■ **DESCRIPTION OF THE TASK**: For each line of the data below that includes the string "label", count one, and answer with the sum only.

Stored items
-=-=-=-=-
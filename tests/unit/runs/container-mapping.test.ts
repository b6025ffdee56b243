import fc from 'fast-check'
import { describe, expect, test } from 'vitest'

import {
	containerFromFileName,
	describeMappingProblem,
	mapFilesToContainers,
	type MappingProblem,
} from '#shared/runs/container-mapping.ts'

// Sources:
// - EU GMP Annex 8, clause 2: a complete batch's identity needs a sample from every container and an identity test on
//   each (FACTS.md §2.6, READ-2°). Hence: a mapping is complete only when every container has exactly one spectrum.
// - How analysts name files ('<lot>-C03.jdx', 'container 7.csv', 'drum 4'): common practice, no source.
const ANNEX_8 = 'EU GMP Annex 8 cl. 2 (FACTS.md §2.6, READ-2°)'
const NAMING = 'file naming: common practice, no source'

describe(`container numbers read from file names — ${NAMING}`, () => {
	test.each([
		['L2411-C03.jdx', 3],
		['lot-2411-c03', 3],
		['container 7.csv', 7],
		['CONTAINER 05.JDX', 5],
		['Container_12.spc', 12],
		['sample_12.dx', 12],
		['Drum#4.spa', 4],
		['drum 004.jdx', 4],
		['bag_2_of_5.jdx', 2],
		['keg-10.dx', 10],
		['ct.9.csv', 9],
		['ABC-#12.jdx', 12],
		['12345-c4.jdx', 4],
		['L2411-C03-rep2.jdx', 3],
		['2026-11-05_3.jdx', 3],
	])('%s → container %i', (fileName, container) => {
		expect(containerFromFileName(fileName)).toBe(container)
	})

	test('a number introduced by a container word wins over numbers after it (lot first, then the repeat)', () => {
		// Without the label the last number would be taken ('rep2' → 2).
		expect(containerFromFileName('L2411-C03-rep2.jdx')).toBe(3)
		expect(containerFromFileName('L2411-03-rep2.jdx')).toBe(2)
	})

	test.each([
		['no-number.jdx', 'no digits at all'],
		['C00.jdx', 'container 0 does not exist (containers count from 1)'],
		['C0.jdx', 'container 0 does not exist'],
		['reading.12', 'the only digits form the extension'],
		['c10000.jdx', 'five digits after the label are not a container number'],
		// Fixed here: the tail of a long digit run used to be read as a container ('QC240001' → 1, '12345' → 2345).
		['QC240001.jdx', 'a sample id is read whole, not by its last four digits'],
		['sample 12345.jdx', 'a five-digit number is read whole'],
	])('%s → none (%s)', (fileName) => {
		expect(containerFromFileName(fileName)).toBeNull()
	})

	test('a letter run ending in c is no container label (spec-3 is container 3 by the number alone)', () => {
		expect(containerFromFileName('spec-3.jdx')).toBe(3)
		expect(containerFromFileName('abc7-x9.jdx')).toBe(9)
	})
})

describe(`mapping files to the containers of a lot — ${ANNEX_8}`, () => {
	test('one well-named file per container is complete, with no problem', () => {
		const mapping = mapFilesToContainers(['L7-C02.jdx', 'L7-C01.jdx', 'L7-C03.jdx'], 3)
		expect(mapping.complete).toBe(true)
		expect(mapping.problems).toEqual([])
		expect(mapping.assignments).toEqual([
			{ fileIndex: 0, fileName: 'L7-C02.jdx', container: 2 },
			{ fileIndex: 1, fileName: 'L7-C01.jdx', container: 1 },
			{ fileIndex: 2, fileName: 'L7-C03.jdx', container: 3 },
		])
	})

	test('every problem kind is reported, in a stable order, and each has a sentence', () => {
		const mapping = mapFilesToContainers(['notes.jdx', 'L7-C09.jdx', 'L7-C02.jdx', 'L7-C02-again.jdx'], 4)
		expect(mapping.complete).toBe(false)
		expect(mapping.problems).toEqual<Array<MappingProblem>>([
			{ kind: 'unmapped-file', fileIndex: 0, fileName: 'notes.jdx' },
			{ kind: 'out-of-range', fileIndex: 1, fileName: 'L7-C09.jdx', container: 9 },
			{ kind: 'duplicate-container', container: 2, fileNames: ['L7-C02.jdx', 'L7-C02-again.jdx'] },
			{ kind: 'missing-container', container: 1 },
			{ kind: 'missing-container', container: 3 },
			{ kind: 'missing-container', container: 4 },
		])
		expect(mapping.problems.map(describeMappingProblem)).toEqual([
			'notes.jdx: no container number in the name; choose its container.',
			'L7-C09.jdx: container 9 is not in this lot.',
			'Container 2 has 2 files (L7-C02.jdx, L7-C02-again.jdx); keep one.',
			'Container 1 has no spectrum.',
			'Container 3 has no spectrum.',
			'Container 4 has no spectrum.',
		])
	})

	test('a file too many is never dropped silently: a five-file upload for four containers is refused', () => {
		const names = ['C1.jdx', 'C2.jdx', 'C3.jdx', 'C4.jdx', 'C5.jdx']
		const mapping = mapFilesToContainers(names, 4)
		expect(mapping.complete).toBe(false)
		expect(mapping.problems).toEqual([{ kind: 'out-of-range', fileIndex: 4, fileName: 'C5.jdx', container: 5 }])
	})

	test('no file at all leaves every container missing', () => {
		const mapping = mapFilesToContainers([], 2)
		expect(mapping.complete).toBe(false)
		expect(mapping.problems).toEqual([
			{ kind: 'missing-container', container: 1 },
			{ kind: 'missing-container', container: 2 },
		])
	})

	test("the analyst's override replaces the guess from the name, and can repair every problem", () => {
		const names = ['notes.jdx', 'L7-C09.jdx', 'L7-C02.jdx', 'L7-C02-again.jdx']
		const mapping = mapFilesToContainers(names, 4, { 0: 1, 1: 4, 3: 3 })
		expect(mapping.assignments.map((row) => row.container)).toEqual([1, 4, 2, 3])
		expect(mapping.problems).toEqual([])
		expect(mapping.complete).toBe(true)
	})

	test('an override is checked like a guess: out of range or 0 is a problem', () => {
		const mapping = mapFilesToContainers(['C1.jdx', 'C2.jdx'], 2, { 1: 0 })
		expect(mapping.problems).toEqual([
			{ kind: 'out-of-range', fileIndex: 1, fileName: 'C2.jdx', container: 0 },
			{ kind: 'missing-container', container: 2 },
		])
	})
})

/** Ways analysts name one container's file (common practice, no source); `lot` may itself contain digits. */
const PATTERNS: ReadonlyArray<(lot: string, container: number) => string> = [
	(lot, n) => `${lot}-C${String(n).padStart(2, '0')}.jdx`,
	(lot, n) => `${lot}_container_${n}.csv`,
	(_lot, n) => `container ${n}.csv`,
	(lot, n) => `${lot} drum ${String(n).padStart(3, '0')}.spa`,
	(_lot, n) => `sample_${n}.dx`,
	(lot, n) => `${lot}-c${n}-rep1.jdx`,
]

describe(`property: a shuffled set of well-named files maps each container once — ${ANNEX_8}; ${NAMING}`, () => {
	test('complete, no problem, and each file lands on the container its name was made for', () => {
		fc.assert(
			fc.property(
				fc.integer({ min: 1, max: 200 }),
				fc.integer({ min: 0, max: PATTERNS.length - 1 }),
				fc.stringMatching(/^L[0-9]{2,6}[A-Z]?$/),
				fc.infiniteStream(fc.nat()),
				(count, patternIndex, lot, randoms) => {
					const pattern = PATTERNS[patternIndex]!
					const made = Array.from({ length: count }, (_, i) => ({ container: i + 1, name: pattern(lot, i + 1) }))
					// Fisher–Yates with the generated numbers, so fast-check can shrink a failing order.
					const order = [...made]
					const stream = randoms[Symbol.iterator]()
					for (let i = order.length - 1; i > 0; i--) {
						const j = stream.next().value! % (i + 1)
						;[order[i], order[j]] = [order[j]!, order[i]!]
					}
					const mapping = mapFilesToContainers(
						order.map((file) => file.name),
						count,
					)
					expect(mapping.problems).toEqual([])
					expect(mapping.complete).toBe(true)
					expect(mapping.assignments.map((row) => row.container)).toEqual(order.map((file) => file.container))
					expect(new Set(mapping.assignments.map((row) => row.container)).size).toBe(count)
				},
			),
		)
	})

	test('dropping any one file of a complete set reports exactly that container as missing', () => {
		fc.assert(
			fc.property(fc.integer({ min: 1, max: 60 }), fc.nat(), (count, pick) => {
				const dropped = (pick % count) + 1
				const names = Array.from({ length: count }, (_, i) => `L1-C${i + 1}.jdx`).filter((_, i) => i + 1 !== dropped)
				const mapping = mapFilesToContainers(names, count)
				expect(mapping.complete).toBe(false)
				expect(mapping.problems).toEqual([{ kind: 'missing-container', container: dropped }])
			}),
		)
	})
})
-=-=-=-=-
■ **WRITTEN ANSWER**: 3